Find every line of the records that has "rules" and return it.

=======

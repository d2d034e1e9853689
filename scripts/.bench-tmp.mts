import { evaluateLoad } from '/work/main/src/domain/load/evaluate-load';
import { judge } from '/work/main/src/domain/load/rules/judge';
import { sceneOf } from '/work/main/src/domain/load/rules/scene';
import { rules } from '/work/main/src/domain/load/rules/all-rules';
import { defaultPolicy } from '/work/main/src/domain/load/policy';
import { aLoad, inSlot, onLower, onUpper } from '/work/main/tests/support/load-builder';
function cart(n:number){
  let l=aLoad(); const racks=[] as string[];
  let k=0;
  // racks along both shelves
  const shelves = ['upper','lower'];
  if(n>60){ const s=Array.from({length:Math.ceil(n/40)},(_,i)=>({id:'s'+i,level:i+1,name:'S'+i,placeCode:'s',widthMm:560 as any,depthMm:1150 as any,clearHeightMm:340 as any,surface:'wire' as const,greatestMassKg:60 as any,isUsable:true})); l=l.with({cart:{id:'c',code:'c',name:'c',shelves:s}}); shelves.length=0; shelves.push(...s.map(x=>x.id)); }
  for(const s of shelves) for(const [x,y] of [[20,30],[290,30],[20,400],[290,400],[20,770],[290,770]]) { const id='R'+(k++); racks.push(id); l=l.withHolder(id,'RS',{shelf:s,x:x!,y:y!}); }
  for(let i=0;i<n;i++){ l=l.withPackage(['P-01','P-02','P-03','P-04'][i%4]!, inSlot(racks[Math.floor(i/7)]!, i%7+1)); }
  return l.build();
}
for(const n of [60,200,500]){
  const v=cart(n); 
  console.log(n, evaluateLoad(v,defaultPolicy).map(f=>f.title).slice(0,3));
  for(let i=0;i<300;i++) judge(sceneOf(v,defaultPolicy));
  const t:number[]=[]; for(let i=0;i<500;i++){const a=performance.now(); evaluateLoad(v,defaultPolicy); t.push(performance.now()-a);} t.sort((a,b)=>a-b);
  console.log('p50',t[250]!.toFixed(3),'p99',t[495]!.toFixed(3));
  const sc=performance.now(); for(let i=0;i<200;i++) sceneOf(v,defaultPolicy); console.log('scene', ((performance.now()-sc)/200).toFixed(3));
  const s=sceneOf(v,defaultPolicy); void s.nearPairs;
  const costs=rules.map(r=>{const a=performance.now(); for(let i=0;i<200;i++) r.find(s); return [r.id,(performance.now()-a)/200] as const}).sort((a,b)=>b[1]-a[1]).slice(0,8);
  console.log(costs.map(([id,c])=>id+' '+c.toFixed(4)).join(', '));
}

=======

FINISHED EXERCISE
import { judge } from '/work/main/src/domain/load/rules/judge';
import { sceneOf } from '/work/main/src/domain/load/rules/scene';
import { rules } from '/work/main/src/domain/load/rules/all-rules';
  const costs=rules.map(r=>{const a=performance.now(); for(let i=0;i<200;i++) r.find(s); return [r.id,(performance.now()-a)/200] as const}).sort((a,b)=>b[1]-a[1]).slice(0,8);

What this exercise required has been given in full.